An algorithm developed by researchers at Salesforce shows how computers may eventually take on the job of summarizing documents. It uses several machine-learning tricks to produce surprisingly coherent and accurate snippets of text from longer pieces. And while it isn’t yet as good as a person, it hints at how condensing text could eventually become automated.
The algorithm produced, for instance, the following summary of a recent New York Times article about Facebook trying to combat fake news ahead of the U.K.’s upcoming election:
- Social network published a series of advertisements in newspapers in Britain on Monday.
- It has removed tens of thousands of fake accounts in Britain.
- It also said it would hire 3,000 more moderators, almost doubling the number of people worldwide who scan for inappropriate or offensive content.

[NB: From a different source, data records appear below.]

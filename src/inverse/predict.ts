/** Where the answer lies, seen from a neighbour's answer: the step of a search without an evaluation. */
import {
  AGE,
  BY_U,
  BY_UU,
  BY_UV,
  BY_V,
  BY_VV,
  DENSITY_AT_TEMPERATURE,
  DENSITY_NOW,
  FIRST_TARGET,
  FOLLOWS,
  FUNCTION_LENGTH,
  SECOND_TARGET,
  TEMPERATURE_AT_DENSITY,
  TEMPERATURE_NOW,
} from "./slots.js";

/** Rows over which members of third order serve: they enter steps only (last ones of 5e-14), so that 10 % in them cost nothing. */
const OLDEST = 5;
/** Distance in ln rho and ln T up to which they do. */
const NEAR = 0.05;
/** Steps longer than this are no prediction. */
const FARTHEST = 0.5;

/** The step in ln rho and ln T, and a change along it: longer than needed, so that V8 knows where it stands. */
const move = new Float64Array(16);
const U = 0;
const V = 1;
const BEND = 2;

/**
 * Moves the start of a search from the neighbour's place, where `f` holds the functions, towards the new targets.
 * `at` [ln rho, ln T of the given variable over the neighbour's]: slot 0 for density, 1 for temperature; third order.
 */
export function predict(question: number, w: Float64Array, f: Float64Array, at: Float64Array): void {
  move[U] = at[0]!;
  move[V] = at[1]!;
  if (question === TEMPERATURE_AT_DENSITY) {
    const u = move[U]!;
    // The thermal part and its derivatives are taken as one power of density.
    const rise = (f[BY_UV]! * u) / f[BY_V]!;
    const growth = 1 + rise * (1 + 0.5 * rise);
    move[V] = 0;
    fillBends(f, 0);
    const rest = w[FIRST_TARGET]! - f[0]! - f[BY_U]! * u - move[BEND]!;
    move[V] = alone(rest, f[BY_V]! * growth, f[BY_VV]! * growth);
  } else if (question === DENSITY_AT_TEMPERATURE) {
    const v = move[V]!;
    move[U] = 0;
    fillBends(f, 0);
    const rest = w[FIRST_TARGET]! - f[0]! - f[BY_V]! * v - move[BEND]!;
    move[U] = alone(rest, f[BY_U]! + f[BY_UV]! * v, f[BY_UU]!);
  } else {
    const g = FUNCTION_LENGTH;
    const inverse = 1 / (f[BY_U]! * f[g + BY_V]! - f[BY_V]! * f[g + BY_U]!);
    // Newton's direction, then twice with what the bends take off: each time one order more.
    for (let i = 0; i < 3; i++) {
      fillBends(f, 0);
      const restA = w[FIRST_TARGET]! - f[0]! - move[BEND]!;
      fillBends(f, g);
      const restB = w[SECOND_TARGET]! - f[g]! - move[BEND]!;
      move[U] = (f[g + BY_V]! * restA - f[BY_V]! * restB) * inverse;
      move[V] = (f[BY_U]! * restB - f[g + BY_U]! * restA) * inverse;
    }
    // Temperature as the noise of two quantities of cold matter: density by the first of them alone.
    if (!(Math.abs(move[V]!) < FARTHEST)) move[U] = alone(w[FIRST_TARGET]! - f[0]!, f[BY_U]!, f[BY_UU]!);
  }
  let du = move[U]!;
  let dv = move[V]!;
  const distance = Math.abs(du) + Math.abs(dv);
  w[AGE]! += 1;
  w[FOLLOWS] = w[AGE]! <= OLDEST && distance < NEAR ? 1 : 0;
  if (!(Math.abs(du) < FARTHEST)) du = 0;
  if (!(Math.abs(dv) < FARTHEST)) dv = 0;
  if (question !== TEMPERATURE_AT_DENSITY) w[DENSITY_NOW]! *= Math.exp(du);
  if (question !== DENSITY_AT_TEMPERATURE) w[TEMPERATURE_NOW]! *= Math.exp(dv);
}

/**
 * What a function changes along the step `move` beyond its slopes: second order, and of third order that of powers of density
 * and of temperature on a constant. It counts where the answer hangs on a remainder: temperature in cold matter, density among pairs.
 */
function fillBends(f: Float64Array, at: number): void {
  const u = move[U]!;
  const v = move[V]!;
  const slopeU = f[at + BY_U]!;
  const slopeV = f[at + BY_V]!;
  const bendU = f[at + BY_UU]!;
  const bendV = f[at + BY_VV]!;
  const thirdU = Math.abs(bendU) < 10 * Math.abs(slopeU) ? (bendU * bendU * u) / (6 * slopeU) : 0;
  const thirdV = Math.abs(v) < 0.03 && Math.abs(bendV) < 10 * Math.abs(slopeV) ? (bendV * bendV * v) / (6 * slopeV) : 0;
  move[BEND] = ((0.5 * bendU + thirdU) * u + f[at + BY_UV]! * v) * u + (0.5 * bendV + thirdV) * v * v;
}

/** The step of a power law on a constant (search.ts). */
function alone(rest: number, slope: number, bend: number): number {
  const plain = rest / slope;
  const stretch = (bend * rest) / (slope * slope);
  if (Math.abs(stretch) < 1e-5) return plain * (1 - 0.5 * stretch);
  return stretch > -0.95 ? (Math.log1p(stretch) * slope) / bend : Number.NaN;
}
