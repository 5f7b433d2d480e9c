/** A neighbour's state as functions with derivatives, for a prediction. */
import type { State } from "../thermodynamics/equation-of-state.js";
import { BY_U, BY_UU, BY_UV, BY_V, BY_VV, ENERGY_KIND, ENTROPY_KIND, PRESSURE_KIND } from "./slots.js";

/**
 * Writes value and first derivatives of a kind by ln rho and ln T at `f[at]`. Second ones are not in a state: pressure is taken as
 * one power law, energy and enthalpy as cold matter of it with a gas on top. That is near where it counts: in cold matter they are
 * large beside the slope by temperature.
 */
export function fillFromState(f: Float64Array, at: number, kind: number, state: State): void {
  const { density, temperature, pressure } = state;
  const byU = (name: "pressureByDensity" | "energyByDensity" | "entropyByDensity"): number => density * state[name];
  const pressureByV = temperature * state.pressureByTemperature;
  const energyByV = temperature * state.heatCapacityV;
  const stiffness = state.pressureByDensity;
  // d ln(dP/d ln rho)/d ln rho: of cold electrons, else as if P were a power of density.
  const speed2 = state.relativityParameter ** 2 / (1 + state.relativityParameter ** 2);
  const exponent = state.temperatureExponent < 0.1 ? (5 - speed2) / 3 : state.densityExponent;
  f[at + BY_UU] = 0;
  f[at + BY_UV] = 0;
  f[at + BY_VV] = 0;
  if (kind === PRESSURE_KIND) {
    f[at] = pressure;
    f[at + BY_U] = byU("pressureByDensity");
    f[at + BY_V] = pressureByV;
    f[at + BY_UU] = exponent * f[at + BY_U]!;
    f[at + BY_UV] = state.densityExponent * pressureByV;
    f[at + BY_VV] = state.temperatureExponent * pressureByV;
  } else if (kind === ENERGY_KIND) {
    f[at] = state.specificEnergy;
    f[at + BY_U] = byU("energyByDensity");
    f[at + BY_V] = energyByV;
    f[at + BY_UU] = stiffness - pressure / density;
    f[at + BY_VV] = energyByV;
  } else if (kind === ENTROPY_KIND) {
    f[at] = state.specificEntropy;
    f[at + BY_U] = byU("entropyByDensity");
    f[at + BY_V] = energyByV / temperature;
  } else {
    f[at] = state.specificEnthalpy;
    f[at + BY_U] = byU("energyByDensity") + stiffness - pressure / density;
    f[at + BY_V] = energyByV + pressureByV / density;
    f[at + BY_UU] = (exponent - 1) * stiffness;
    f[at + BY_VV] = f[at + BY_V]!;
  }
}
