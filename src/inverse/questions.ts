/** Which two quantities determine a state, and what kind of question a pair is. */
import { FermistateError, requireFinite, withIndex } from "../errors.js";
import {
  BOTH,
  DENSITY_AT_TEMPERATURE,
  ENERGY_KIND,
  ENTHALPY_KIND,
  ENTROPY_KIND,
  PRESSURE_KIND,
  TEMPERATURE_AT_DENSITY,
} from "./slots.js";

/** A quantity that can be given. */
export type GivenName =
  | "density"
  | "temperature"
  | "pressure"
  | "specificEnergy"
  | "specificEntropy"
  | "specificEnthalpy";

/** Values of `First` and one of `Second`, and of no other quantity. */
export type PairOf<Value, First extends GivenName, Second extends GivenName> = Second extends GivenName
  ? { readonly [Name in First | Second]: Value } & {
      readonly [Name in Exclude<GivenName, First | Second>]?: undefined;
    }
  : never;

/**
 * Values of one of the pairs that determine a state: what is not here is refused when it compiles, and when it runs.
 */
export type GivenPair<Value> =
  | PairOf<Value, "density", "temperature" | "pressure" | "specificEnergy" | "specificEntropy" | "specificEnthalpy">
  | PairOf<Value, "temperature", "pressure" | "specificEntropy">
  | PairOf<Value, "pressure", "specificEntropy" | "specificEnergy" | "specificEnthalpy">
  | PairOf<Value, "specificEntropy", "specificEnergy" | "specificEnthalpy">;

/** A pair of given quantities as a search sees it. */
export interface Question {
  /** The names, in the order of the search: what is solved for first comes first. */
  readonly names: readonly [GivenName, GivenName];
  /** TEMPERATURE_AT_DENSITY, DENSITY_AT_TEMPERATURE, BOTH; -1 where density and temperature themselves are given. */
  readonly type: number;
  /** Kind of the first target. */
  readonly first: number;
  /** Kind of the second target where both are unknown. */
  readonly second: number;
}

const question = (names: readonly [GivenName, GivenName], type: number, first: number, second: number = -1): Question =>
  Object.freeze({ names: Object.freeze(names), type, first, second });

/** Every pair that determines a state. At given temperature energy and enthalpy are not monotonic in density. */
const questions: readonly Question[] = [
  question(["density", "temperature"], -1, -1),
  question(["density", "pressure"], TEMPERATURE_AT_DENSITY, PRESSURE_KIND),
  question(["density", "specificEnergy"], TEMPERATURE_AT_DENSITY, ENERGY_KIND),
  question(["density", "specificEntropy"], TEMPERATURE_AT_DENSITY, ENTROPY_KIND),
  question(["density", "specificEnthalpy"], TEMPERATURE_AT_DENSITY, ENTHALPY_KIND),
  question(["temperature", "pressure"], DENSITY_AT_TEMPERATURE, PRESSURE_KIND),
  question(["temperature", "specificEntropy"], DENSITY_AT_TEMPERATURE, ENTROPY_KIND),
  question(["pressure", "specificEntropy"], BOTH, PRESSURE_KIND, ENTROPY_KIND),
  question(["pressure", "specificEnergy"], BOTH, PRESSURE_KIND, ENERGY_KIND),
  question(["pressure", "specificEnthalpy"], BOTH, PRESSURE_KIND, ENTHALPY_KIND),
  question(["specificEnthalpy", "specificEntropy"], BOTH, ENTHALPY_KIND, ENTROPY_KIND),
  question(["specificEnergy", "specificEntropy"], BOTH, ENERGY_KIND, ENTROPY_KIND),
];

/** The question that an object with two of the names asks. @throws `invalid-option` */
export function questionOf(argument: string, given: unknown, others: readonly string[] = []): Question {
  const pairs = questions.map((one) => one.names.join(" + "));
  const refuse = (what: unknown): never => {
    throw new FermistateError("invalid-option", { argument, given: what, allowed: `one pair of ${pairs.join(", ")}` });
  };
  if (typeof given !== "object" || given === null) return refuse(given);
  const keys = Object.entries(given)
    .filter(([key, value]) => value !== undefined && !others.includes(key))
    .map(([key]) => key);
  const found = questions.find((one) => keys.length === 2 && one.names.every((name) => keys.includes(name)));
  return found ?? refuse(keys.length === 0 ? "nothing" : keys.join(" + "));
}

/** Units and signs of what is given. */
const allowed: Readonly<Record<GivenName, string>> = {
  density: "a finite number > 0, g/cm^3",
  temperature: "a finite number >= 0, K",
  pressure: "a finite number > 0, dyn/cm^2",
  specificEnergy: "a finite number, erg/g",
  specificEntropy: "a finite number, erg/(g K)",
  specificEnthalpy: "a finite number, erg/g",
};

/** Refuses a given value that no matter has. @throws `not-a-number`, `out-of-range` */
export function requireGiven(name: GivenName, value: unknown, index?: number, argument: string = name): void {
  const number = requireFinite(argument, value, allowed[name], index);
  const wrong = name === "temperature" ? number < 0 : (name === "density" || name === "pressure") && number <= 0;
  if (wrong) {
    throw new FermistateError("out-of-range", withIndex({ argument, given: number, allowed: allowed[name] }, index));
  }
}
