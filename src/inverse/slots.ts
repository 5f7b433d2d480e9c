/** Slots of the records of the inverse: constants of hot loops, in a file that imports nothing so that they are inlined. */

/** Kinds of a given quantity. */
export const PRESSURE_KIND = 0;
/** e. */
export const ENERGY_KIND = 1;
/** s. */
export const ENTROPY_KIND = 2;
/** h = e + P/rho. */
export const ENTHALPY_KIND = 3;

// What is asked.

/** Temperature at a given density. */
export const TEMPERATURE_AT_DENSITY = 0;
/** Density at a given temperature. */
export const DENSITY_AT_TEMPERATURE = 1;
/** Both. */
export const BOTH = 2;

// Where a result stands.

/** Matter of one phase throughout its domain. */
export const WHOLE = 0;
/** In the liquid. */
export const LIQUID = 1;
/** In the crystal. */
export const CRYSTAL = 2;
/** On the boundary, part of the mass frozen. */
export const COEXISTENCE = 3;

/** A quantity as a function of u = ln rho and v = ln T: value, f_u, f_v, f_uu, f_uv, f_vv, size of its terms. */
export const FUNCTION_LENGTH = 7;
/** Slot of f_u behind the value. */
export const BY_U = 1;
/** Slot of f_v. */
export const BY_V = 2;
/** Slot of f_uu. */
export const BY_UU = 3;
/** Slot of f_uv. */
export const BY_UV = 4;
/** Slot of f_vv. */
export const BY_VV = 5;
/** Slot of the size of the terms of the value: an error of one unit in its last place is this times 2^-53. */
export const SIZE = 6;

// The record of one search.

/** Density, g/cm^3: start, then result. */
export const DENSITY_NOW = 0;
/** Temperature, K: start, then result. */
export const TEMPERATURE_NOW = 1;
/** Target of the first quantity. */
export const FIRST_TARGET = 2;
/** Target of the second quantity. */
export const SECOND_TARGET = 3;
/** Lowest density allowed. */
export const LOWEST_DENSITY = 4;
/** Highest density allowed. */
export const HIGHEST_DENSITY = 5;
/** Lowest temperature allowed. */
export const LOWEST_TEMPERATURE = 6;
/** Highest temperature allowed. */
export const HIGHEST_TEMPERATURE = 7;
/** Evaluations so far. */
export const EVALUATIONS = 8;
/** Step in ln rho from the last evaluation to the result. */
export const STEP_U = 9;
/** Step in ln T from the last evaluation to the result. */
export const STEP_V = 10;
/** 1 where the start is a caller's guess. */
export const GUESSED = 11;
/**
 * 1 where the start is a prediction from the evaluator's last place: the members of third order left there serve for the
 * steps, and evaluations of second order, half as costly, do.
 */
export const FOLLOWS = 12;
/** Rows since members of third order were computed. */
export const AGE = 13;
/** Length of the record of a search. */
export const SEARCH_LENGTH = 14;

// How a search ends.

/** The root is found. */
export const FOUND = 0;
/** The target lies below what the lower end of the interval gives (for a falling quantity: above). */
export const BEYOND_LOWER = 1;
/** The target lies above what the upper end gives (for a falling quantity: below). */
export const BEYOND_UPPER = 2;
/** No root: the quantity is not monotonic there, or the matter is unstable. */
export const LOST = 3;
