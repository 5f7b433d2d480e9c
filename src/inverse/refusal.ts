/** Why a question has no answer: typed errors with the limiting value. */
import { FermistateError, withIndex } from "../errors.js";
import type { Composition } from "../matter/composition.js";
import type { EquationOfState } from "../thermodynamics/equation-of-state.js";
import { BELOW_COLD, GIVEN_TOO_HIGH, GIVEN_TOO_LOW, NO_STATE } from "../thermodynamics/refusal-numbers.js";
import type { Question } from "./questions.js";
import {
  BEYOND_LOWER,
  BOTH,
  DENSITY_NOW,
  ENTROPY_KIND,
  EVALUATIONS,
  FIRST_TARGET,
  LOST,
  SECOND_TARGET,
  TEMPERATURE_AT_DENSITY,
  TEMPERATURE_NOW,
} from "./slots.js";
import type { Solver } from "./solver.js";

/**
 * The number of the reason (refusal-reasons.ts) that the end of a search means; at given density that is in the
 * record.
 */
export function reasonOfEnd(composition: Composition, solver: Solver, { type, first }: Question, end: number): number {
  if (end === LOST || type === BOTH) return NO_STATE;
  const { w, f } = solver.searcher;
  const target = w[FIRST_TARGET]!;
  if (type === TEMPERATURE_AT_DENSITY && end === BEYOND_LOWER && first !== ENTROPY_KIND) {
    solver.fillCold(composition, first);
    if (target < solver.cold[0]!) return BELOW_COLD; // NaN without a state at T = 0
  }
  return target > f[0]! ? GIVEN_TOO_HIGH : GIVEN_TOO_LOW;
}

/** Throws what the end of a search means. */
export function refuseQuestion(
  eos: EquationOfState,
  composition: Composition,
  solver: Solver,
  question: Question,
  end: number,
  index?: number,
): never {
  const { w, f } = solver.searcher;
  const { names, type } = question;
  const [density, temperature] = [w[DENSITY_NOW]!, w[TEMPERATURE_NOW]!];
  const reason = reasonOfEnd(composition, solver, question, end);
  if (reason === NO_STATE) {
    const given = `${names[0]} ${w[FIRST_TARGET]}, ${names[1]} ${w[SECOND_TARGET]}`;
    const what = type === BOTH ? given : w[FIRST_TARGET];
    throw new FermistateError(
      "no-solution",
      withIndex(
        {
          argument: type === BOTH ? names.join(" + ") : names[1],
          given: what,
          allowed: `values that one stable state of this matter has; none found in ${w[EVALUATIONS]} evaluations`,
        },
        index,
      ),
    );
  }
  const target = w[FIRST_TARGET]!;
  const argument = names[1];
  const [known, unknown] = type === TEMPERATURE_AT_DENSITY ? ["density", "temperature"] : ["temperature", "density"];
  const value = known === "density" ? density : temperature;
  const limit = f[0]!;
  if (reason === BELOW_COLD) {
    const cold = solver.cold[0]!;
    throw new FermistateError(
      "below-cold",
      withIndex(
        { argument, given: target, allowed: `>= ${cold}, its value at T = 0 and this density`, limit: cold },
        index,
      ),
    );
  }
  const lowest = end === BEYOND_LOWER;
  const bound = eos.domain[unknown as "density" | "temperature"][lowest ? 0 : 1];
  const relation = reason === GIVEN_TOO_HIGH ? "<=" : ">=";
  throw new FermistateError(
    "no-solution",
    withIndex(
      {
        argument,
        given: target,
        allowed: `${relation} ${limit}, its value at ${known} ${value} and the ${lowest ? "lowest" : "highest"} ${unknown}, ${bound}`,
        limit,
      },
      index,
    ),
  );
}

The Salesforce algorithm is dramatically better than anything developed previously, according to a common software tool for measuring the accuracy of text summaries.
“I don’t think I’ve ever seen such a large improvement in any [natural-language-processing] task,” says Richard Socher, chief scientist at Salesforce. Socher is a prominent name in machine learning and natural-language processing, and his startup, MetaMind, was acquired by Salesforce in 2016.
The software is still a long way from matching a human’s ability to capture the essence of document text, and other summaries it produces are sloppier and less coherent. Indeed, summarizing text perfectly would require genuine intelligence, including commonsense knowledge and a mastery of language.